Collected data entries:
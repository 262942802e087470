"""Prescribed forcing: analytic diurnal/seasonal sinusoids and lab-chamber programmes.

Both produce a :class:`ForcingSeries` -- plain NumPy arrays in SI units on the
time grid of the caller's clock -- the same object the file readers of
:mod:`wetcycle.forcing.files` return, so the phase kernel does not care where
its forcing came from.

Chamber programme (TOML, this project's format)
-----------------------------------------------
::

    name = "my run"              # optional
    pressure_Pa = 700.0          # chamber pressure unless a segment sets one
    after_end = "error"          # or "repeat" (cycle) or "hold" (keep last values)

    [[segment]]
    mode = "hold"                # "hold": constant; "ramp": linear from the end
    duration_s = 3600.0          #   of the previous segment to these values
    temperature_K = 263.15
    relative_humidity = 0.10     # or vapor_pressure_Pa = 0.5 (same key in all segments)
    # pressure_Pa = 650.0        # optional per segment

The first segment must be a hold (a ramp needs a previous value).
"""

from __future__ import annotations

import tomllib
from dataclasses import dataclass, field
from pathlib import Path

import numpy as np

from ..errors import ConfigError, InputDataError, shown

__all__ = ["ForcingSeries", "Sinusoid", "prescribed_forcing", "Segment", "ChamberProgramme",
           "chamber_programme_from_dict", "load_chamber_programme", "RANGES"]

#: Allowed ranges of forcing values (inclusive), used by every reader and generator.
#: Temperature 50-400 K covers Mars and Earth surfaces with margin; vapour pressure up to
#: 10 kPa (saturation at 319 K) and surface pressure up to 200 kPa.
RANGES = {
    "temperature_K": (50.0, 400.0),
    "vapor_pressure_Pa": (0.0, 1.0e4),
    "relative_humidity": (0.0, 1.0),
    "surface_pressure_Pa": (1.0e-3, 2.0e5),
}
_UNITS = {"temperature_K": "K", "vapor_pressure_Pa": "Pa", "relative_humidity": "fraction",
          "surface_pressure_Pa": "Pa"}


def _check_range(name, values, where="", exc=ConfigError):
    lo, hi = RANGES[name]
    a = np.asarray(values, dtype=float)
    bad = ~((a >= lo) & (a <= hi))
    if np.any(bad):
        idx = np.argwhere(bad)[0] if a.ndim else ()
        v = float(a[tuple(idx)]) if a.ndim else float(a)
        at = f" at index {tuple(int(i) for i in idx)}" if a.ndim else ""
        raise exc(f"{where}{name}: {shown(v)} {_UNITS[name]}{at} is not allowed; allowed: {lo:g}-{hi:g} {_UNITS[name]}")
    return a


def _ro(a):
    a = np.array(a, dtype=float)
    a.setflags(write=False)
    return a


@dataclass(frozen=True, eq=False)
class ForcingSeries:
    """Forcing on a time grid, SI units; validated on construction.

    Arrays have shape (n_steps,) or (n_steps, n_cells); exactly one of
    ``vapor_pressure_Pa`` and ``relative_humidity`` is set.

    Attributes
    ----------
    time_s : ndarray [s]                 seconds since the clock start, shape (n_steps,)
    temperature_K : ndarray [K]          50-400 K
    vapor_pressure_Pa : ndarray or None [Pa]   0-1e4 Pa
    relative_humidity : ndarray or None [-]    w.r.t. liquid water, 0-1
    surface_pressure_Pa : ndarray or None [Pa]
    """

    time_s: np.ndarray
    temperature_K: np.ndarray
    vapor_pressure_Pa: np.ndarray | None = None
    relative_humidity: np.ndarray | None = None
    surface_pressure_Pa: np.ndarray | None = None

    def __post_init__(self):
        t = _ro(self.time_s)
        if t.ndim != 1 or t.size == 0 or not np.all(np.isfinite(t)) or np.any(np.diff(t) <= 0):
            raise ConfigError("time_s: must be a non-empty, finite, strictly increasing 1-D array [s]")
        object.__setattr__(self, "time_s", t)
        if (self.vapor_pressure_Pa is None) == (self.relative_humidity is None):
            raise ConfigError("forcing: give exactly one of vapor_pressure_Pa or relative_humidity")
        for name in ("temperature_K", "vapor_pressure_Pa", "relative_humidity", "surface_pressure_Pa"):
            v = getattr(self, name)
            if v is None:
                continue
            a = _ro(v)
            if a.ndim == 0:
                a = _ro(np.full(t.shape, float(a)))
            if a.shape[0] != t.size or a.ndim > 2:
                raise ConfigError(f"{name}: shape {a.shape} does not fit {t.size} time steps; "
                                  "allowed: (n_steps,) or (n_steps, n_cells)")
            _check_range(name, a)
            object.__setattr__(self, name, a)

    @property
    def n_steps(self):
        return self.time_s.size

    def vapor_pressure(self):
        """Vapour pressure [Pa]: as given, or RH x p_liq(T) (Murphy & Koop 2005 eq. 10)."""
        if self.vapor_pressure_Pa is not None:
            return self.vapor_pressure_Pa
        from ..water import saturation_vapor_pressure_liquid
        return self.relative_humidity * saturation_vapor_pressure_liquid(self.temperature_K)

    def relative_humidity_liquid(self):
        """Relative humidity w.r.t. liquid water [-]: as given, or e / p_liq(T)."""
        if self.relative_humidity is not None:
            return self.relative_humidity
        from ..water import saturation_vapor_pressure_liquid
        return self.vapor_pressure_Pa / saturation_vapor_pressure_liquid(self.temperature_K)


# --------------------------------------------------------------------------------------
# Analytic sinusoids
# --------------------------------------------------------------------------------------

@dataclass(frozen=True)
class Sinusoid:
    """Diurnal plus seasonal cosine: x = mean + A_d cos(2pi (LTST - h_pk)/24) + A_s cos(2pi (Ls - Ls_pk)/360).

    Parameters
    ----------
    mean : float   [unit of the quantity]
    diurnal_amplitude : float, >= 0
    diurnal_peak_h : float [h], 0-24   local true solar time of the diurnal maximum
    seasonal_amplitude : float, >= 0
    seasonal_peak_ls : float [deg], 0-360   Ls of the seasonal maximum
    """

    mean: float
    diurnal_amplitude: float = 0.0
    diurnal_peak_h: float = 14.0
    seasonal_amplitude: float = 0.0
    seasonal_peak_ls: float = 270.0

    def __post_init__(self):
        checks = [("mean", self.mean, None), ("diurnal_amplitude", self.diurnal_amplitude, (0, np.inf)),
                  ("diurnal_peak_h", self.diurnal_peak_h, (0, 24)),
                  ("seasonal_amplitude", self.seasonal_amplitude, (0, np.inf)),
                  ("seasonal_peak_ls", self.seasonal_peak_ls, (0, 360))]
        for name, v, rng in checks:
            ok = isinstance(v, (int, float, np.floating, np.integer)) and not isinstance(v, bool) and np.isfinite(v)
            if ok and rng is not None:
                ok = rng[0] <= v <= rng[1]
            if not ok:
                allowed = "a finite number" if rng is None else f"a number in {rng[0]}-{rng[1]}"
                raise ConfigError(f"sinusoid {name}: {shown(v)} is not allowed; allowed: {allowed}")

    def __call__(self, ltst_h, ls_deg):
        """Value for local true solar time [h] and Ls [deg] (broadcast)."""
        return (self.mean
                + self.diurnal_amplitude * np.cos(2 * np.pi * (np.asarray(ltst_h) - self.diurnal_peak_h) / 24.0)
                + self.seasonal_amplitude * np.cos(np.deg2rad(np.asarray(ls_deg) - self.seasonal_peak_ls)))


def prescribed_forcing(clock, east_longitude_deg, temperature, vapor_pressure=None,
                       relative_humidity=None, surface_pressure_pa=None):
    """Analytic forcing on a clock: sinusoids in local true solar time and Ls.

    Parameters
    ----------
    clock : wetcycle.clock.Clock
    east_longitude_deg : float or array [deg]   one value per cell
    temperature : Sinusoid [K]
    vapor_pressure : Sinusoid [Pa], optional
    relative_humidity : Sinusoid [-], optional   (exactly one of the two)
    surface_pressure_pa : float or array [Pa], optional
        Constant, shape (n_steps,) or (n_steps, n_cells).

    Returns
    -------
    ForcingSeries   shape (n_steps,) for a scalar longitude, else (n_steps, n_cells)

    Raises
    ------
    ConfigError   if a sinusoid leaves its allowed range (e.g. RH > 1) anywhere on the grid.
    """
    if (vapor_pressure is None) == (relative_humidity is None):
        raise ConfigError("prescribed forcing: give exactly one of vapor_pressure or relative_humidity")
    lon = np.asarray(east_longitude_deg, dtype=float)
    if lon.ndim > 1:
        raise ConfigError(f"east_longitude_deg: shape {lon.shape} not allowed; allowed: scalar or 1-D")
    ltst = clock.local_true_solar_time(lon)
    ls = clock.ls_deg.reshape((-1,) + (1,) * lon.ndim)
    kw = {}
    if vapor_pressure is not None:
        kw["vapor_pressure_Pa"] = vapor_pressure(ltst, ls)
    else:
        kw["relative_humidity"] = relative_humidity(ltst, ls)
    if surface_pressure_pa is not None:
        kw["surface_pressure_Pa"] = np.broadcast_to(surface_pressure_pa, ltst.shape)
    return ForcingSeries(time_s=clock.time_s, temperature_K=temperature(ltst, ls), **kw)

THE PROBLEM: Copy each line from the data above that includes "name".

YOUR RESPONSE:
    name = "my run"              # optional
def _check_range(name, values, where="", exc=ConfigError):
    lo, hi = RANGES[name]
        raise exc(f"{where}{name}: {shown(v)} {_UNITS[name]}{at} is not allowed; allowed: {lo:g}-{hi:g} {_UNITS[name]}")
        for name in ("temperature_K", "vapor_pressure_Pa", "relative_humidity", "surface_pressure_Pa"):
            v = getattr(self, name)
                raise ConfigError(f"{name}: shape {a.shape} does not fit {t.size} time steps; "
            _check_range(name, a)
            object.__setattr__(self, name, a)
        for name, v, rng in checks:
                raise ConfigError(f"sinusoid {name}: {shown(v)} is not allowed; allowed: {allowed}")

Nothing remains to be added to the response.